Disassembly of section code:

000000000004001c <toy_toy>:
   4001c:   55                      push   %rbp
   4001d:   41 56                   push   %r14
   4001f:   41 57                   push   %r15
   40021:   48 81 ec 18 00 00 00    sub    $0x18,%rsp
   40028:   48 8b ec                mov    %rsp,%rbp

000000000004002b <toy_toy_block_entry>:
   4002b:   49 be 02 00 00 00 00    movabs $0x2,%r14
   40032:   00 00 00
   40035:   4c 89 75 00             mov    %r14,0x0(%rbp)
   40039:   4c 8b 7d 00             mov    0x0(%rbp),%r15
   4003d:   49 be 05 00 00 00 00    movabs $0x5,%r14

...

We can now run the executable:

(dslenv) [windel@hoefnix toydsl]$ ./example
Segmentation fault (core dumped)
(dslenv) [windel@hoefnix toydsl]$

Sadly, this is not exactly what we hoped for!

The problem here is that we did not call the io_print function with the proper arguments. To fix this, we can change the print handling routine like this:

def handle_print(self, print_statement):
    self.logger.debug('print statement %s', print_statement.var)
    name = print_statement.var
    value = self.load_var(name)
    label_data = pack_string('{} :'.format(name))
    label = self.emit(ir.LiteralData(label_data, 'label'))
    self.emit(ir.ProcedureCall('io_print2', [label, value]))

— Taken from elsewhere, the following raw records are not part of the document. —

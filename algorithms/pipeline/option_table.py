"""The table of strikeline's options, :data:`OPTIONS`, and the constants of the chain it names.

Every option exists once here - its name (the :class:`RunOptions` attribute, the argparse
``dest``, the library keyword), type, unit, default with its basis, bounds, allowed values, help
text, command-line flag, QGIS parameter name and label, and the commands and tools that take it.
The command line's parsers (``strikeline.cli.options.add_option``), :class:`RunOptions`,
:func:`check_options` and the QGIS parameter definitions (``adapter_qgis.params``) are built from
it, so a default or a bound is changed in one place.

An option whose default is ``None`` is "unset": the library then chooses (its ``unset`` text says
how). A QGIS number parameter cannot be empty, so there ``0`` stands for unset
(:attr:`Option.qgis_default`).

This module imports neither GDAL nor QGIS (the numerical families it names its allowed values
from do not either), so the command line can build its parsers without loading the I/O layer.
"""
from __future__ import annotations

import math
from dataclasses import dataclass
from typing import Any, Callable

from strikeline.attitude import (CONFIDENCE_METHODS, DEFAULT_MIN_POINTS, DEFAULT_RESAMPLES, DEFAULT_WINDOW_RESAMPLES,
                                 MIN_REPLICATES)
from strikeline.maps import SLOPE_SENSES, WIDTH_KINDS
from strikeline.surfaces import DEFAULT_BOREHOLE_SIGMA_M, DEFAULT_ORIENTATION_SIGMA_DEG, MODEL_CHOICES
from strikeline.pipeline.elevation_units import ELEVATION_UNITS

Log = Callable[[str], None]


def _quiet(_msg: str) -> None:
    pass


# --------------------------------------------------------------------------- constants of the chain
#: Misfit QA: contact segments are this many DEM cells long, flagged beyond this many cells when
#: only a surface raster is given (no model to forecast each segment without its picks).
SEGMENT_CELLS = 10
FLAG_CELLS = 3
#: Misfit QA: a segment is flagged when its vertical misfit against the forecast made without
#: it exceeds this many standard errors (two-sided 0.27 % for normal errors; common practice).
MISFIT_Z = 3.0
#: Largest standard error accepted for --dem-sigma, --contour-sigma, --contact-sigma (metres): more
#: is not a map's or a DEM's error but a unit mistake (feet, centimetres) or a typo.
MAX_SIGMA_M = 1000.0
#: How the spline's smoothing is chosen: by the same blocked cross-validation as the models (hold-out
#: blocks at least twice the correlation length of the picks' errors), because generalized
#: cross-validation assumes independent errors and, with digitising errors shared along a contact,
#: interpolates the picks (Opsomer, Wang & Yang 2001); the discrepancy principle against the stated
#: error ('discrepancy') oversmooths wherever the stated error is larger than the real one.
SPLINE_SMOOTHING = "kfold"


# --------------------------------------------------------------------------- the table
UNIT_WORDS = {"m": "metres", "deg": "degrees", "": ""}


@dataclass(frozen=True)
class Option:
    """One option of a command or QGIS tool (see the module docstring).

    ``kind`` is the value's type: ``float``, ``int``, ``str`` (free text or a name), ``bool`` (a
    switch), ``"path"`` (a file), ``"field"`` (a field of an input layer), ``"xyz"`` (three
    numbers). ``minimum``/``maximum`` bound a number (``*_open``: the bound itself is refused);
    ``choices`` are the allowed values (``choice_labels`` their words in QGIS, ``cli_choices`` how
    the command line spells them when it differs). ``wrap`` takes an angle modulo that many degrees
    instead of bounding it. ``geometry`` is the layer type of a ``"path"`` read as vectors (or
    ``"raster"``), ``parent`` the option whose layer a ``"field"`` belongs to, ``numeric`` whether
    that field must be numeric. ``commands`` are the subcommands (``"thickness outcrop"`` for a
    case), ``tools`` the QGIS tools (their ``name()``) that take the option; ``labels`` gives a
    tool its own label where the words differ. ``basis`` is where the default comes from.
    """

    name: str
    kind: Any
    help: str
    default: Any = None
    unit: str = ""
    minimum: float | None = None
    minimum_open: bool = False
    maximum: float | None = None
    maximum_open: bool = False
    choices: tuple = ()
    choice_labels: tuple = ()
    cli_choices: tuple = ()
    wrap: float | None = None
    unset: str = ""
    basis: str = ""
    flag: str | None = None
    metavar: str | None = None
    required: bool = False
    nargs: int | None = None
    #: The option may be given several times (argparse ``action="append"``): its value is then a
    #: list, one item per time given. A QGIS parameter stays single (one layer per parameter).
    repeatable: bool = False
    dest: str | None = None
    qgis: str | None = None
    label: str | None = None
    labels: tuple = ()  # ((tool, label), ...)
    helps: tuple = ()  # ((command, help), ...): a command's own words where they differ from ``help``
    geometry: str | None = None
    parent: str | None = None
    numeric: bool = False
    advanced: bool = False
    commands: tuple = ()
    tools: tuple = ()

    # ---- derived
    @property
    def is_number(self) -> bool:
        return self.kind in (float, int)

    @property
    def bounded(self) -> bool:
        return self.minimum is not None or self.maximum is not None

    @property
    def qgis_default(self):
        """The default as the QGIS parameter holds it: 0 for an optional number left unset, the
        index of the default among ``choices`` for an enum."""
        if self.choices:
            return None if self.default is None else self.choices.index(self.default)
        if self.is_number and self.default is None and not self.required:
            return 0
        return self.default

    def label_for(self, tool: str | None = None) -> str:
        return dict(self.labels).get(tool, self.label or self.name)

    def help_for(self, command: str | None = None) -> str:
        """The help text as subcommand ``command`` gives it (``help`` unless ``helps`` says otherwise)."""
        return dict(self.helps).get(command, self.help)

    def cli_value(self, value):
        """How the command line spells the allowed value ``value`` (``choices`` -> ``cli_choices``)."""
        return self.cli_choices[self.choices.index(value)] if self.cli_choices else value

    def described_default(self) -> str:
        """The default in words for help texts: ``default 50``, ``default: the DEM cell size``."""
        if self.default is None:
            return f"default: {self.unset}" if self.unset else ""
        if isinstance(self.default, bool):
            return ""
        if isinstance(self.default, float):
            return f"default {self.default:g}"
        return f"default {self.cli_value(self.default)}"

    def limits(self) -> str:
        """The bounds in words: ``greater than 0``, ``at least 20``, ``in [0, 90)``."""
        lo, hi = self.minimum, self.maximum
        if lo is not None and hi is not None:
            return f"in {'(' if self.minimum_open else '['}{lo:g}, {hi:g}{')' if self.maximum_open else ']'}"
        parts = []
        if lo is not None:
            parts.append(f"greater than {lo:g}" if self.minimum_open else f"at least {lo:g}")
        if hi is not None:
            parts.append(f"less than {hi:g}" if self.maximum_open else f"at most {hi:g}")
        return " and ".join(parts)

    def within(self, value) -> bool:
        """Whether the number ``value`` is finite and within the bounds (and a whole number for
        an ``int`` option)."""
        if isinstance(value, bool) or not isinstance(value, (int, float)) or not math.isfinite(value):
            return False
        if self.kind is int and value != int(value):
            return False
        if self.minimum is not None and (value <= self.minimum if self.minimum_open else value < self.minimum):
            return False
        if self.maximum is not None and (value >= self.maximum if self.maximum_open else value > self.maximum):
            return False
        return True

    def kind_words(self) -> str:
        """``a number of metres``, ``a whole number``, ``degrees``."""
        unit = UNIT_WORDS.get(self.unit, self.unit)
        noun = "a whole number" if self.kind is int else "a number"
        return f"{noun} of {unit}" if unit else noun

We use here io_print2, which takes a label and a value. The label must be packed as a pascal style string, meaning a length integer followed by the string data. We can implement this string encoding with the following function:

def pack_string(txt):
    ln = struct.pack('<Q', len(txt))
    return ln + txt.encode('ascii')

Now we can compile the TCF file again, and check the result:

(dslenv) [windel@hoefnix toydsl]$ python toy.py
CodeObject of 1049 bytes
(dslenv) [windel@hoefnix toydsl]$ ./example
b :0x00000002
c :0x0000000F
(dslenv) [windel@hoefnix toydsl]$ cat example.tcf
b = 2;
c = 5 + 5 * b;
d = 133 * c - b;
print b;
print c;
(dslenv) [windel@hoefnix toydsl]$

As we can see, the compiler worked out correctly!

Final words

In this tutorial we have seen how to create a simple language. The entire example for this code can be found in the examples/toydsl directory in the ppci repository.